Go through the listing below from its first line and repeat each line exactly, ending at the line containing "steady rain cases, the" and including it.

Records to use below:

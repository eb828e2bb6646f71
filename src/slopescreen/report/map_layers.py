"""Drawing one product layer on map axes, with cluster outlines and legend entries.

The layer is drawn from its :class:`~slopescreen.report.styles.Style`: FS
classes, the rain needed to fail in classes whose breaks are the scenario's
steady rain cases, the cluster FS bound as "a failing cluster possible here"
or not, other products as ramps; cells with a DEM value but no product value
are laid over in grey.
"""

from __future__ import annotations

import numpy as np
from matplotlib.colors import BoundaryNorm, ListedColormap
from matplotlib.figure import Figure
from matplotlib.patches import Patch

from .styles import FS_BANDS, NO_VALUE_COLOUR, Style, bound_labels, fs_band, recharge_breaks

BAND_ALPHA = 0.88
"""Opacity of the FS band colours over the hillshade."""
DRY_ALPHA = 0.9
"""Opacity of the cells that fail even when dry, on the critical-recharge map."""
DRY_HATCH = "xxxx"
"""Hatching of the cells that fail even when dry."""
NO_VALUE_ALPHA = 0.75
"""Opacity of the grey over cells with a DEM value but no product value."""
SHADE_FLOOR = 0.35
"""Darkest grey of the hillshade under a map: grey = SHADE_FLOOR + (1 - SHADE_FLOOR) * shade."""
MAP_BACKGROUND = "#e9e9e9"
"""Colour of the map where the DEM has no value."""
OUTLINE_COLOUR = "black"
"""Colour of the failure cluster outlines."""


def _rgba(colour, alpha):
    from matplotlib.colors import to_rgba

    r, g, b, _ = to_rgba(colour)
    return (r, g, b, alpha)


def recharge_colours(style: Style, n: int) -> list:
    """``n`` class colours of the rain needed to fail, dark (little rain) to light."""
    cmap = style.cmap()          # reversed: dark at the low end
    return [cmap((i + 0.5) / n)[:3] for i in range(n)]


def draw_product(values, style: Style, *, extent, ax=None, classes=None, no_value=None,
                 rates=()):
    """Draw one product layer (no hillshade, no frame) on map axes.

    Parameters
    ----------
    values : array_like, shape (rows, cols)
        The product in its units; NaN is no value.
    style : Style
    extent : tuple of float
        (left, right, bottom, top) in CRS units.
    ax : matplotlib.axes.Axes, optional
        Axes to draw on; a new figure's axes by default.
    classes : array_like of int, optional
        Critical-recharge class codes (``"recharge"`` style): 1 is drawn as
        hatched crimson (fails even when dry), 3 is left uncoloured.
    no_value : array_like of bool, optional
        Cells with a DEM value but no product value; drawn in grey.
    rates : sequence of (str, float)
        Steady rain cases (name, mm/day): the class breaks of the
        ``"recharge"`` style (:func:`~slopescreen.report.styles.recharge_breaks`).

    Returns
    -------
    matplotlib.axes.Axes
    """
    if ax is None:
        ax = Figure().add_subplot()
    v = np.asarray(values, dtype=np.float32)
    common = dict(extent=extent, origin="upper", interpolation="nearest", zorder=2)
    if style.kind == "bands":
        band = fs_band(v)
        colours = [_rgba(c, BAND_ALPHA) if c else (0, 0, 0, 0) for _, _, c in FS_BANDS]
        cmap = ListedColormap(colours).with_extremes(bad=(0, 0, 0, 0))
        data = np.ma.masked_less(band, 0)
        ax.imshow(data, cmap=cmap, norm=BoundaryNorm(np.arange(-0.5, len(FS_BANDS)), len(FS_BANDS)),
                  **common)
    elif style.kind == "bound":
        possible = np.ma.masked_where(~(v < 1.0), np.ones(v.shape, np.float32))
        ax.imshow(possible, cmap=ListedColormap([_rgba(style.colours[0], style.alpha)]), **common)
    elif style.kind == "recharge":
        breaks, _labels = recharge_breaks(rates, v)
        colours = [_rgba(c, style.alpha) for c in recharge_colours(style, len(breaks))]
        edges = np.array((-np.inf,) + tuple(breaks[:-1]) + (np.inf,))
        cls = np.searchsorted(edges[1:-1], v, side="left").astype(np.int16)  # q <= break
        data = np.ma.masked_where(~np.isfinite(v), cls)
        ax.imshow(data, cmap=ListedColormap(colours),
                  norm=BoundaryNorm(np.arange(-0.5, len(breaks)), len(breaks)), **common)
        if classes is not None:
            cls = np.asarray(classes)
            dry = np.ma.masked_not_equal(cls, 1).astype(np.float32)
            ax.imshow(dry, cmap=ListedColormap([_rgba(FS_BANDS[0][2], DRY_ALPHA)]), **common)
            rows, cols = cls.shape
            left, right, bottom, top = extent
            xs = left + (np.arange(cols) + 0.5) * (right - left) / cols
            ys = top - (np.arange(rows) + 0.5) * (top - bottom) / rows
            if (cls == 1).any():
                ax.contourf(xs, ys, (cls == 1).astype(np.float32), levels=[0.5, 1.5], colors="none",
                            hatches=[DRY_HATCH], zorder=3)
    else:
        cmap = style.cmap().with_extremes(bad=(0, 0, 0, 0), under=(0, 0, 0, 0))
        masked = np.ma.masked_invalid(v)
        if style.transparent_below is not None:
            masked = np.ma.masked_less(masked, style.transparent_below)
        ax.imshow(masked, cmap=cmap, norm=style.norm(), alpha=style.alpha, **common)
    if no_value is not None and np.any(no_value):
        grey = np.ma.masked_where(~np.asarray(no_value, dtype=bool), np.ones(v.shape, np.float32))
        ax.imshow(grey, cmap=ListedColormap([_rgba(NO_VALUE_COLOUR, NO_VALUE_ALPHA)]), **common)
    return ax


def _outline_segments(labels, extent):
    """Cell-edge segments between cells of different positive labels (CRS units)."""
    lab = np.asarray(labels)
    rows, cols = lab.shape
    left, right, bottom, top = extent
    sx = (right - left) / cols
    sy = (top - bottom) / rows
    padded = np.zeros((rows + 2, cols + 2), dtype=lab.dtype)
    padded[1:-1, 1:-1] = lab
    segs = []
    # vertical edges: between (r, c-1) and (r, c) in the padded frame
    diff = padded[1:-1, 1:] != padded[1:-1, :-1]
    any_pos = (padded[1:-1, 1:] > 0) | (padded[1:-1, :-1] > 0)
    r, c = np.nonzero(diff & any_pos)
    x = left + c * sx
    y0 = top - r * sy
    segs.append(np.stack([np.stack([x, y0], 1), np.stack([x, y0 - sy], 1)], 1))
    diff = padded[1:, 1:-1] != padded[:-1, 1:-1]
    any_pos = (padded[1:, 1:-1] > 0) | (padded[:-1, 1:-1] > 0)
    r, c = np.nonzero(diff & any_pos)
    y = top - r * sy
    x0 = left + c * sx
    segs.append(np.stack([np.stack([x0, y], 1), np.stack([x0 + sx, y], 1)], 1))
    return np.concatenate(segs, axis=0)


def legend_entries(style: Style, outlines, lines, no_value, *, rates=(), values=None,
                   extent_cells=None) -> list[dict]:
    """The legend entries of a map, in order, as plain data.

    Each entry is ``{"kind": "patch" or "line", "label", "face", "edge",
    "hatch", "width"}`` (``face`` None: not coloured). The PNG maps draw them
    as matplotlib handles; the report's interactive map shows the same list.
    ``rates`` (steady rain cases, name and mm/day) and ``values`` give the
    classes of the rain needed to fail; ``extent_cells`` the window of the
    cluster FS bound.

    Examples
    --------
    >>> from slopescreen.report.styles import FS_STYLE
    >>> [e["label"].split(":")[0] for e in legend_entries(FS_STYLE, None, (), None)][:2]
    ['fails', 'thin margin']
    """
    out = []

    def patch(label, face, edge="none", hatch=None, width=None):
        out.append({"kind": "patch", "label": label, "face": face, "edge": edge, "hatch": hatch,
                    "width": width})

    if style.kind == "bands":
        for _, label, colour in FS_BANDS:
            if colour is None:
                patch(label, "white", "#555555")
            else:
                patch(label, colour)
    elif style.kind == "bound":
        possible, ruled_out = bound_labels(extent_cells)
        patch(possible, _hex(style.colours[0]))
        patch(ruled_out, "white", "#555555")
    elif style.kind == "recharge":
        breaks, labels = recharge_breaks(rates, values)
        for colour, label in zip(recharge_colours(style, len(breaks)), labels):
            patch(label, _hex(colour))
        patch("fails even when dry", FS_BANDS[0][2], "black", DRY_HATCH)
        patch("stable even when saturated\n(not coloured)", "white", "#555555")
    elif style.transparent_below is not None:
        patch(f"below {style.transparent_below:g} (not coloured)", "white", "#555555")
    if no_value is not None and np.any(no_value):
        patch("no value (no soil unit\nor outside the model)", NO_VALUE_COLOUR)
    if outlines is not None:
        patch("failure cluster outline", "none", OUTLINE_COLOUR, width=1.2)
    seen = set()
    for line in lines or ():
        label = line.get("label", "line")
        if label in seen:
            continue
        seen.add(label)
        out.append({"kind": "line", "label": label, "face": None,
                    "edge": line.get("colour", "#1b1b1b"), "hatch": None,
                    "width": line.get("width", 2.0)})
    return out


def _hex(colour) -> str:
    from matplotlib.colors import to_hex

    return to_hex(colour)


def _legend_handles(style: Style, outlines, lines, no_value, *, rates=(), values=None,
                    extent_cells=None):
    from matplotlib.lines import Line2D

    handles = []
    for e in legend_entries(style, outlines, lines, no_value, rates=rates, values=values,
                            extent_cells=extent_cells):
        if e["kind"] == "line":
            handles.append(Line2D([], [], color=e["edge"], linewidth=e["width"], label=e["label"]))
            continue
        kw = {"facecolor": e["face"], "edgecolor": e["edge"], "label": e["label"]}
        if e["hatch"]:
            kw["hatch"] = e["hatch"]
        if e["width"] is not None:
            kw["linewidth"] = e["width"]
        handles.append(Patch(**kw))
    return handles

End of Records to use.

### Output for this task
repository eb828e2bb6646f71
filename src/slopescreen/report/map_layers.py
"""Drawing one product layer on map axes, with cluster outlines and legend entries.

The layer is drawn from its :class:`~slopescreen.report.styles.Style`: FS
classes, the rain needed to fail in classes whose breaks are the scenario's
steady rain cases, the cluster FS bound as "a failing cluster possible here"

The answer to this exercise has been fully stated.